Written by: MVP Workshop

When Should I Get Branding?


“From the moment you are ready to show your new products or service to others, when your startup is ready to leave the garage, that is when you should start thinking about branding.”

Chris Farmer, Director, Notapipe Brand Consulting

screen-shot-2016-11-10-at-13-57-58ALL OF THE EXCITEMENT of a new product, a new service, an idea that you had while waiting for the light to change and listening to the radio that has now begun to transform into reality – this is the real excitement of a startup.

The journey takes you through many late nights and stale pizza with technicians and developers, friends, co-founders, nursing a fledgling notion into a Big Idea and then to a reality. But when the work is done and the final tweaks have been made, when you are ready to launch, is it still just a cool app?

The biggest challenge to startups today – and this is especially true in the tech sector – is the fleeting moment of Originality before someone swoops in to copy (and possibly even improve) your brainchild. Once you give life to the startup and its flagship product, it immediately joins the ranks of millions of others on the market.

According to some sources, there are as many as 300 million people trying to start up 150 million businesses every year around the world. That would come to over 400,000 startups every day! The IT sector accounts for a huge part of these wild numbers (even though we do not have any precise data on them). So the question of how to be distinctive then leaps to mind. How to distinguish your new app from the millions? How to get people to take it for a test drive?

Falling in Love

A major stumbling block for these startups is the fact that people tend to fall in love with their own ideas. They see its benefits and features and cannot imagine how everyone does not immediately see them too.

the-lovers-2

But as we all know, falling in love is a process. We must meet our loved one first. We must feel the effect of her smile, see the way she turns a corner, or hear her voice. This is where the beginning of branding lies.

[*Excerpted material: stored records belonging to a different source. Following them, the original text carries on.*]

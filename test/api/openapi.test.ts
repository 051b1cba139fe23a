/**
 * The OpenAPI document: generated from the route schemas and committed, so it must equal
 * what the code generates now (and so must the TypeScript types generated from it); error codes agree between the registry, docs/errors.md and
 * the document; every operation documents its problems.
 */
import { spawn } from 'node:child_process'
import { readFileSync } from 'node:fs'
import { join } from 'node:path'
import { fileURLToPath } from 'node:url'
import { describe, expect, it } from 'vitest'
import { buildOpenApiDocument, serialiseOpenApiDocument } from '../../src/api/openapi-build.js'
import { ERROR_CODES, ERRORS, problemType } from '../../src/errors.js'
import { generateApiTypes } from '../../scripts/openapi-types.js'
import { openApiDocument } from './helpers/openapi.js'

const read = (path: string): string => readFileSync(fileURLToPath(new URL(path, import.meta.url)), 'utf8')

describe('OpenAPI document', () => {
  it('is exactly what the route schemas generate (run `npm run openapi:generate` after changing a route)', async () => {
    expect(read('../../openapi/openapi.json')).toBe(serialiseOpenApiDocument(await buildOpenApiDocument()))
  })

  it('gives the web page and the CLI their types: src/api-types/openapi.d.ts is what openapi-typescript makes of it', async () => {
    expect(read('../../src/api-types/openapi.d.ts')).toBe(await generateApiTypes(read('../../openapi/openapi.json')))
  })

  it('passes redocly lint (the recommended rules, see openapi/redocly.yaml)', async () => {
    const root = fileURLToPath(new URL('../../', import.meta.url))
    const child = spawn(process.execPath, [join(root, 'node_modules/@redocly/cli/bin/cli.js'), 'lint', '--config', 'openapi/redocly.yaml', 'openapi/openapi.json'], {
      cwd: root,
      env: { ...process.env, REDOCLY_TELEMETRY: 'off', REDOCLY_SUPPRESS_UPDATE_NOTICE: 'true' }
    })
    let output = ''
    child.stdout.on('data', (chunk: Buffer) => { output += chunk.toString('utf8') })
    child.stderr.on('data', (chunk: Buffer) => { output += chunk.toString('utf8') })
    const code = await new Promise<number | null>((resolve) => child.on('close', resolve))
    expect(code, output).toBe(0)
    // Problems are reported as `[n] openapi/openapi.json:line:col`; the Node-version notice is not one.
    expect(output).not.toMatch(/^\[\d+\] openapi\//m)
    expect(output).toContain('valid')
  })

  it('is OpenAPI 3.1 with the fixed /v1 routes', () => {
    const doc = openApiDocument as unknown as { openapi: string, paths: Record<string, Record<string, { operationId: string, responses: Record<string, unknown> }>> }
    expect(doc.openapi).toBe('3.1.0')
    const operations = Object.entries(doc.paths).flatMap(([path, ops]) => Object.keys(ops).map((m) => `${m.toUpperCase()} ${path}`)).sort()
    expect(operations).toEqual([
      'DELETE /v1/sweeps/{id}',
      'GET /healthz',
      'GET /metrics',
      'GET /openapi.json',
      'GET /readyz',
      'GET /v1/figures/overlay.pdf',
      'GET /v1/figures/overlay.png',
      'GET /v1/figures/overlay.svg',
      'GET /v1/sweeps',
      'GET /v1/sweeps/{id}',
      'GET /v1/sweeps/{id}/bundle.zip',
      'GET /v1/sweeps/{id}/events',
      'GET /v1/sweeps/{id}/figure.pdf',
      'GET /v1/sweeps/{id}/figure.png',
      'GET /v1/sweeps/{id}/figure.svg',
      'GET /v1/sweeps/{id}/results',
      'PATCH /v1/sweeps/{id}',
      'POST /v1/sweeps',
      'POST /v1/sweeps/validate',
      'POST /v1/sweeps/{id}/extend',
      'POST /v1/sweeps/{id}/resume',
      'POST /v1/theory'
    ])
  })

  it('declares problem+json 4xx answers for every operation but the two probes, and 500/503 for all', () => {
    const doc = openApiDocument as unknown as { paths: Record<string, Record<string, { responses: Record<string, { content?: Record<string, unknown> }> }>> }
    for (const [path, ops] of Object.entries(doc.paths)) {
      for (const [method, op] of Object.entries(ops)) {
        const statuses = Object.keys(op.responses)
        expect(statuses, `${method} ${path}`).toEqual(expect.arrayContaining(['500', '503']))
        if (path !== '/healthz' && path !== '/readyz') expect(statuses.some((s) => s.startsWith('4')), `${method} ${path}`).toBe(true)
        for (const status of statuses.filter((s) => Number(s) >= 400)) {
          expect(Object.keys(op.responses[status]!.content ?? {}), `${method} ${path} ${status}`).toEqual(['application/problem+json'])
        }
      }
    }
  })
})

describe('error codes', () => {
  it('agree between src/errors.ts, docs/errors.md and the OpenAPI Problem schema', () => {
    const rows = [...read('../../docs/errors.md').matchAll(/^\| `(MEMSWEEP_[A-Z_]+)` \| (\d{3}) \|/gm)].map((m) => [m[1], Number(m[2])])
    expect(rows).toEqual(ERROR_CODES.map((code) => [code, ERRORS[code].status]))
    const problem = openApiDocument.components.schemas.Problem as { properties: { code: { enum: string[] } } }
    expect(problem.properties.code.enum).toEqual([...ERROR_CODES])
  })

  it('have unique problem types and are sorted by status', () => {
    expect(new Set(ERROR_CODES.map(problemType)).size).toBe(ERROR_CODES.length)
    const statuses = ERROR_CODES.map((code) => ERRORS[code].status)
    expect(statuses).toEqual([...statuses].sort((a, b) => a - b))
    expect(problemType('MEMSWEEP_SPEC_INVALID')).toBe('urn:memsweep:problem:spec-invalid')
  })
})
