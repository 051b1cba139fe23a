/**
 * The little of the WebAssembly JS API the kernels use, typed here because the project's
 * TypeScript libraries carry no WebAssembly declarations, plus the switch that lets tests
 * run the plain JavaScript path on purpose.
 */
export interface WasmMemory {
  readonly buffer: ArrayBuffer
  grow (pages: number): number
}

export interface WasmInstance {
  readonly exports: Record<string, unknown>
}

interface WasmApi {
  validate (bytes: Uint8Array): boolean
  Module: new (bytes: Uint8Array) => object
  Instance: new (module: object, imports: Record<string, Record<string, unknown>>) => WasmInstance
}

export const WASM_PAGE = 65536

/** The host's WebAssembly API, or null where there is none. */
export function wasmApi (): WasmApi | null {
  return (globalThis as { WebAssembly?: WasmApi }).WebAssembly ?? null
}

export function hexToBytes (hex: string): Uint8Array {
  const out = new Uint8Array(hex.length >> 1)
  for (let k = 0; k < out.length; k++) out[k] = parseInt(hex.slice(2 * k, 2 * k + 2), 16)
  return out
}

/** Compiles `hex` once; null when the host lacks WebAssembly or a feature the module uses (SIMD128). */
export function compileOnce (hex: string): () => object | null {
  let compiled: object | null | undefined
  return () => {
    if (compiled === undefined) {
      const api = wasmApi()
      const bytes = hexToBytes(hex)
      compiled = api !== null && api.validate(bytes) ? new api.Module(bytes) : null
    }
    return compiled
  }
}

let fastPathsEnabled = true

/**
 * Whether networks built from now on may use the WebAssembly fast paths (default true).
 * The fast paths give bit-identical results; switching them off exists so tests and
 * benchmarks can run the plain path on the same stream and compare.
 */
export function setFastPathsEnabled (enabled: boolean): void {
  fastPathsEnabled = enabled
}

export function areFastPathsEnabled (): boolean {
  return fastPathsEnabled
}
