/**
 * The little of the WebAssembly JS API the kernels use, typed here because the project's
 * TypeScript libraries carry no WebAssembly declarations, plus the switch that lets tests
 * run the plain JavaScript path on purpose.
 */
import { KERNEL_MODULE_BYTES } from './kernels.generated.js'
import type { KernelModule } from './signatures.js'

export interface WasmMemory {
  readonly buffer: ArrayBuffer
  grow (pages: number): number
}

export interface WasmInstance {
  readonly exports: Record<string, unknown>
}

interface WasmApi {
  validate (bytes: Uint8Array): boolean
  Module: new (bytes: Uint8Array) => object
  Instance: new (module: object, imports: Record<string, Record<string, unknown>>) => WasmInstance
}

export const WASM_PAGE = 65536

/** Placeholders for views that are made on first use, so building a network allocates no throwaway buffers. */
export const EMPTY = {
  u8: new Uint8Array(0),
  i8: new Int8Array(0),
  i16: new Int16Array(0),
  i32: new Int32Array(0),
  f64: new Float64Array(0)
} as const

/** The host's WebAssembly API, or null where there is none. */
export function wasmApi (): WasmApi | null {
  return (globalThis as { WebAssembly?: WasmApi }).WebAssembly ?? null
}

const compiled = new Map<KernelModule, object | null>()

/**
 * One of the engine's kernel modules, compiled once per process on first use (so a process
 * compiles only the kernels it runs); null when the host lacks WebAssembly or a feature the
 * module uses (SIMD128, bulk memory).
 */
function kernelModule (name: KernelModule): object | null {
  let mod = compiled.get(name)
  if (mod === undefined) {
    const api = wasmApi()
    const bytes = Uint8Array.from(KERNEL_MODULE_BYTES[name]!)
    mod = api !== null && api.validate(bytes) ? new api.Module(bytes) : null
    compiled.set(name, mod)
  }
  return mod
}

/** What a kernel that runs several sweeps in one call asks of its caller while it runs. */
export interface KernelHooks {
  /** After each sweep, the sweep's number (the caller may read the state and observe). */
  sweepDone?: (sweep: number) => void
  /** The end-state class index of the sample the kernel just took (overlaps in its sample block). */
  classifySample?: () => number
}

let hooks: KernelHooks = {}

/** Runs `body` (a call into a kernel that runs several sweeps) with `during` answering the kernel's calls to the host. */
export function withKernelHooks<R> (during: KernelHooks, body: () => R): R {
  hooks = during
  try {
    return body()
  } finally {
    hooks = {}
  }
}

/** The modules' imports: the host's exponential (the plain path's Math.exp) and the hooks. */
const HOST = {
  host: {
    exp: Math.exp,
    sweepDone: (sweep: number): void => { hooks.sweepDone?.(sweep) },
    classifySample: (): number => {
      if (hooks.classifySample === undefined) throw new Error('a kernel asked to classify a sample with no classifier given')
      return hooks.classifySample()
    }
  }
}

/**
 * A fresh instance of a kernel module, or null without WebAssembly SIMD: with its own linear
 * memory, or on `memory` for a module that imports one (overlapMore).
 */
export function instantiateKernels<T> (module: KernelModule, memory?: WasmMemory): T | null {
  const api = wasmApi()
  const mod = kernelModule(module)
  if (api === null || mod === null) return null
  return new api.Instance(mod, memory === undefined ? HOST : { ...HOST, env: { memory } }).exports as unknown as T
}

/** A kernel module instance whose linear memory holds one or more networks' data. */
export class Workspace<T extends { memory: WasmMemory }> {
  /** The network whose data the memory holds now (shared workspaces copy theirs in on entry). */
  residentId = 0
  /**
   * The memory's current buffer. Reading `memory.buffer` costs a call into the host on every
   * kernel entry; the memory only grows through `reserve` (no kernel grows it), so the buffer
   * is read again only then.
   */
  #buffer: ArrayBuffer
  constructor (readonly k: T, readonly isPrivate: boolean) {
    this.#buffer = k.memory.buffer
  }

  get buffer (): ArrayBuffer {
    return this.#buffer
  }

  #companions = new Map<KernelModule, unknown>()

  /**
   * An instance of a module that runs on this workspace's memory (overlapMore), made and
   * compiled on first use and kept; null without WebAssembly SIMD.
   */
  companion<U> (module: KernelModule): U | null {
    if (!this.#companions.has(module)) this.#companions.set(module, instantiateKernels<U>(module, this.k.memory))
    return this.#companions.get(module) as U | null
  }

  /**
   * Bytes [0, claimed) may have been written; the memory beyond has held zero since it was
   * created or grown. Meaningful only where every user claims what it writes before writing:
   * the overlap-space kernel claims its layout on every entry and its Glauber table when it
   * prepares it, and reads this to skip zeroing a table in pristine memory. No other kernel
   * reads it.
   */
  claimed = 0

  /** Records that bytes below `end` may be written. */
  claim (end: number): void {
    this.claimed = Math.max(this.claimed, end)
  }

  /** Grows the memory to at least `bytes`; throws RangeError when the host refuses. */
  reserve (bytes: number): void {
    const have = this.#buffer.byteLength
    if (bytes > have) {
      this.k.memory.grow(Math.ceil((bytes - have) / WASM_PAGE))
      this.#buffer = this.k.memory.buffer
    }
  }
}

/**
 * Where one kind of network keeps its kernel data. Small networks share one instance (one
 * linear memory, grown as needed) and copy their data in when another network used it last;
 * a network whose large array takes `privateBytes` or more gets an instance of its own that
 * holds the only copy. (One instance per network would be simpler, but V8 reserves gigabytes
 * of address space per memory and stalls on garbage collection when thousands of networks
 * are built in a row.)
 */
export class Workspaces<T extends { memory: WasmMemory }> {
  #shared: Workspace<T> | null | undefined

  /** `privateBytes` is public so tests can exercise private instances on small networks. */
  constructor (private readonly module: KernelModule, public privateBytes: number) {}

  /** The workspace for a network whose large array takes `bytes`; null without WebAssembly SIMD. */
  for (bytes: number): Workspace<T> | null {
    if (bytes >= this.privateBytes) {
      const k = instantiateKernels<T>(this.module)
      return k === null ? null : new Workspace(k, true)
    }
    if (this.#shared === undefined) {
      const k = instantiateKernels<T>(this.module)
      this.#shared = k === null ? null : new Workspace(k, false)
    }
    return this.#shared
  }
}

/**
 * Builds a kernel, or returns null when the host refused to grow a memory for it: the plain
 * path needs less memory, so the network falls back to it.
 */
export function unlessMemoryRefused<K> (build: () => K): K | null {
  try {
    return build()
  } catch (error) {
    if (error instanceof RangeError) return null
    throw error
  }
}

let fastPathsEnabled = true

/**
 * Whether networks built from now on may use the WebAssembly fast paths (default true).
 * The fast paths give bit-identical results; switching them off exists so tests and
 * benchmarks can run the plain path on the same stream and compare.
 */
export function setFastPathsEnabled (enabled: boolean): void {
  fastPathsEnabled = enabled
}

export function areFastPathsEnabled (): boolean {
  return fastPathsEnabled
}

A brand is very much like a person. When it is born, the baby needs constant care and nurturing, as it grows it becomes more self-aware and develops a personality. And this new personality is what attracts people to it.

Apron Strings

From the moment you are ready to show your new products or service to others, when your startup is ready to leave the garage, that is when you should start thinking about branding.

From that point on, it is all about perception – how will others perceive it? What should it look like? How does it behave – is it seductive? Provocative? Brazen? Maybe kind and gentle? The questions that must be answered for your neophyte brand all center on how it would look, act and behave as it if it were a person.

We are drawn to certain people, repelled by others. What kind of people will want to get this brand? Which ones do we really want to love it? This comes down to a process of demographic targeting, of course, but with an element of intuition and instinct as well.

French branding guru Jean-Noel Kapferer created a tool to help understand a brand’s personality in The New Strategic Brand Management. He calls it the Identity Prism.

The prism lays out the basic drives that create a brand from a product. It looks at six aspects: physique, personality, relationships, culture, reflection, and self-image.

prism

In each area, a specific question about the brand should be asked. Answering them fully will give you a very precise idea of what kind of brand your new product has become.

The Time is Now

What is vital here, however, is the timing. If you send your new product out onto the vast market unadorned, unclothed in its brand, then you run the risk of its falling into obscurity (if no one sees it) or being coopted by a demographic and taken into a direction that leads the wrong way. In effect, if you do not brand it first, others will do it for you.

And you may not like what they do.

It seems like everything is a brand these days. But this is not without a reason or a purpose. Branding your startup and your product early will help it to be seen, recognized, and felt in the real world from the very beginning. And more than this, it will allow people to experience your brand and become its ambassadors, its friends, and its lovers. Once you have arrived there, your new brand can be considered as established.

Falling in love with your product is important, but you must then allow others to do it too.